**Work request**
Sort through the data and copy the lines holding the word "exit".

**Data under study**
____

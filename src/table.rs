//! `kzero table`: a batch table of ln k0 (or of the dipole sums, with
//! `--sums`) over a range of states, parallel, crash-safe, resumable and
//! shardable. The table format, the journal,
//! resume and the shard plan are the library's (`kzero_engine::table`);
//! this file parses the arguments, shows progress and prints.

use crate::app_error::AppError;
use crate::interrupt;
use crate::output;
use crate::plot;
use indicatif::{ProgressBar, ProgressDrawTarget, ProgressStyle};
use kzero_engine::build_info as provenance;
use kzero_engine::table::files::{
    check_outputs, journal_path, write_atomic, OutputKind, PlannedOutput,
};
use kzero_engine::table::journal::{check_resumable, load_for_resume, Journal, JournalLock};
use kzero_engine::{
    run_table, Flow, Gauge, Key, MethodChoice, Shard, Table, TableFormat, TableSettings,
};
use std::io::IsTerminal;
use std::path::{Path, PathBuf};
use std::time::Instant;

/// Arguments of `kzero table`.
#[derive(Debug, clap::Args)]
#[command(after_long_help = TABLE_HELP)]
pub struct TableArgs {
    /// Largest principal quantum number (1..=1000).
    #[arg(long, value_name = "N", allow_negative_numbers = true)]
    pub n_max: i64,
    /// Smallest principal quantum number.
    #[arg(
        long,
        value_name = "M",
        default_value_t = 1,
        allow_negative_numbers = true
    )]
    pub n_min: i64,
    /// Angular momenta to include, e.g. `0,1,2` (each used where l < n).
    #[arg(
        long,
        value_name = "LIST",
        value_delimiter = ',',
        allow_negative_numbers = true,
        conflicts_with = "l_max"
    )]
    pub l: Option<Vec<i64>>,
    /// Include every l <= K (and l < n).
    #[arg(long, value_name = "K", allow_negative_numbers = true)]
    pub l_max: Option<i64>,
    /// Requested absolute accuracy: |error| < 10^-D (5..=200; default 20),
    /// on ln k0 or on every S(k) and L(k).
    #[arg(long, value_name = "D", value_parser = crate::args::digits_parser(), conflicts_with = "significant")]
    pub digits: Option<u32>,
    /// Requested relative accuracy instead: |error| <= 10^-D |ln k0|, D
    /// significant digits per state (5..=200; recorded as setting.goal; not
    /// with --sums).
    #[arg(long, value_name = "D", value_parser = crate::args::digits_parser(), conflicts_with = "sums")]
    pub significant: Option<u32>,
    /// Tabulate the dipole sums S(k), L(k), ln I(k) for these powers k
    /// instead of ln k0: a comma-separated list such as -2,-1,0,1,2 (each
    /// in -4..=2), or `all`. One row per (n, l, k).
    #[arg(
        long,
        value_name = "LIST",
        value_delimiter = ',',
        allow_hyphen_values = true
    )]
    pub sums: Option<Vec<String>>,
    /// Method.
    #[arg(long, default_value_t = MethodChoice::Green, value_parser = crate::args::method_parser())]
    pub method: MethodChoice,
    /// Dipole form of the spectral method (default velocity for ln k0,
    /// length with --sums; refused with --method green).
    #[arg(long, value_parser = crate::args::gauge_parser())]
    pub gauge: Option<Gauge>,
    /// Output format.
    #[arg(long, default_value_t = TableFormat::Csv, value_parser = crate::args::format_parser())]
    pub format: TableFormat,
    /// Same as `--format json`.
    #[arg(long, conflicts_with = "format")]
    pub json: bool,
    /// Output file (default: standard output, written when the run ends).
    #[arg(long, value_name = "FILE")]
    pub out: Option<PathBuf>,
    /// Worker threads (default: the number of CPUs; more is accepted with a
    /// warning).
    #[arg(long, value_name = "T", value_parser = clap::value_parser!(u32).range(1..=4096))]
    pub threads: Option<u32>,
    /// Continue an interrupted run of the same command (needs --out).
    #[arg(long, requires = "out")]
    pub resume: bool,
    /// Replace an existing --out (and --plot) file instead of refusing.
    #[arg(long, conflicts_with = "resume")]
    pub force: bool,
    /// Compute only part K of M (1 <= K <= M), e.g. for a job array.
    #[arg(long, value_name = "K/M", value_parser = crate::args::shard_parser)]
    pub shard: Option<Shard>,
    /// Also write an SVG plot of ln k0 against n, one curve per l (not with
    /// --sums; `kzero excitation --plot` draws I(k) against n).
    #[arg(long, value_name = "FILE.svg", conflicts_with = "sums")]
    pub plot: Option<PathBuf>,
    /// No progress bar.
    #[arg(long)]
    pub quiet: bool,
    /// Print the estimated cost of the run (core-seconds, wall time with
    /// --threads) and stop without computing or writing anything.
    #[arg(long)]
    pub estimate: bool,
    /// With --estimate: the shard count whose parts finish within this wall
    /// time, each with --threads threads (seconds, or e.g. 90s, 30m, 2h).
    #[arg(long, value_name = "TIME", requires = "estimate", value_parser = kzero_engine::parse_duration)]
    pub target_wall: Option<f64>,
}

const TABLE_HELP: &str = "\
Output files:
  Every file the run writes is checked before any work, and the run is
  refused (exit 2, nothing touched) when: --out does not end in .csv (.json
  with --json) or --plot in .svg; a folder is missing or takes no new files;
  two outputs name the same file (links included); --out or --plot exists
  without --force (--resume continues --out and may replace --plot).
  --force replaces them. Files appear atomically (written, then renamed).
  A running table holds an exclusive lock on its journal (the --out CSV, or
  FILE.partial for JSON): a second run on the same file, with or without
  --resume or --force, is refused at once and changes nothing. The lock is
  the operating system's and ends with the process: a killed run never
  blocks a later --resume.
  Every row ends with a checksum (column check); --resume and merge refuse
  a row changed after it was written, and a row whose error is negative,
  not a number, or above its goal.

Crash safety and --resume:
  CSV: the --out file is written while the run goes: each finished state is
  appended as one whole line, in completion order. When the run ends the file
  is rewritten (atomically) with the rows sorted by (n, l). After Ctrl-C or
  kill -9, `--resume` with the same command completes the file: it checks that
  the file is a kzero table with the same settings and shard (and the same
  kzero build), skips the finished states, and drops only a torn last line.
  JSON: the JSON document is written once, when the run ends. While the run
  goes, finished rows are kept in FILE.partial (a CSV journal in the format
  above); `--resume --format json --out FILE` continues from FILE.partial and
  removes it when FILE is written.
  A file left by a run killed before its first row (empty, or a header cut
  before its column line) holds no work yet: --resume starts the work on it
  (a cut header that names other settings is refused).
  SIGINT or SIGTERM ends the run with one line on stderr saying where the
  finished rows are and how to continue; the process then ends by that signal.

Sharding:
  --shard K/M splits the states into M disjoint parts of similar estimated
  cost (deterministic: the same K/M always gives the same states). Run every
  K = 1..M (for example as a job array), then `kzero merge` the parts.

Cluster recipe (Slurm job array; the README's cluster section has the whole
recipe as tested on a real Slurm, with the resubmit step):
  #SBATCH --array=1-16
  #SBATCH --cpus-per-task=4
  #SBATCH --open-mode=append
  OUT=part-${SLURM_ARRAY_TASK_ID}.csv
  kzero table --n-max 200 --digits 20 --threads 4 --quiet \\
      --shard ${SLURM_ARRAY_TASK_ID}/16 --out $OUT $([ -e $OUT ] && echo --resume)
  # after the array (for example with --dependency=afterok:<array job>):
  kzero merge part-*.csv --out table.csv
  A requeued task that finds its part file continues it with --resume. A
  cancelled task breaks an afterok dependency for good: resubmit it and
  update the merge job's dependency (see the README).

Cost before the run:
  --estimate prints the estimated core-seconds of the states of this command
  (of its shard with --shard) and the wall time with --threads, and stops;
  with --target-wall TIME it also names the shard count M whose parts finish
  within TIME. The figures come from cost models fitted to measured times on
  the reference machine of benches/README.md (within a factor of about 1.5);
  nothing is computed and no file is touched.

Dipole sums (--sums LIST):
  The table holds S(k), L(k) and ln I(k) = L(k)/S(k) (units of Z^2 Ry, the
  definitions of `kzero sums`) for the powers k of LIST (or all of -4..=2),
  one row per (n, l, k) with the columns n,l,k,S,S_err,L,L_err,ln_I,ln_I_err,
  method,digits,bits,seconds,check (with --method both also S_spectral,
  S_err_spectral,L_spectral,L_err_spectral before check). ln_I and ln_I_err
  are empty where S(k) is zero within its error (S(2) for l >= 1). --digits D
  is an absolute goal on every S(k) and L(k). The quantity and the k list are
  recorded (setting.quantity, setting.k); --resume and merge refuse a file
  with another quantity or k list. The rows of a state are computed and
  written together: a state cut short by an interruption is recomputed
  whole by --resume. --method both cross-checks every S(k) and L(k) (exit 3
  when they differ beyond the combined error estimates). Shards and
  --estimate use the cost of the sums.

Determinism:
  ln_k0 and abs_err (S, L, ln_I and their errors) do not depend on
  --threads, sharding or resuming.

The seconds column:
  the wall time of that state, from its start to its end on its worker
  thread (for --method both, the two methods added). States running at the
  same time share the cores, so with more threads than cores (accepted with
  a warning line) each state's seconds grow by about threads/cores while
  the table is not faster.";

____

**Answer for the task**
  refused (exit 2, nothing touched) when: --out does not end in .csv (.json
  whole by --resume. --method both cross-checks every S(k) and L(k) (exit 3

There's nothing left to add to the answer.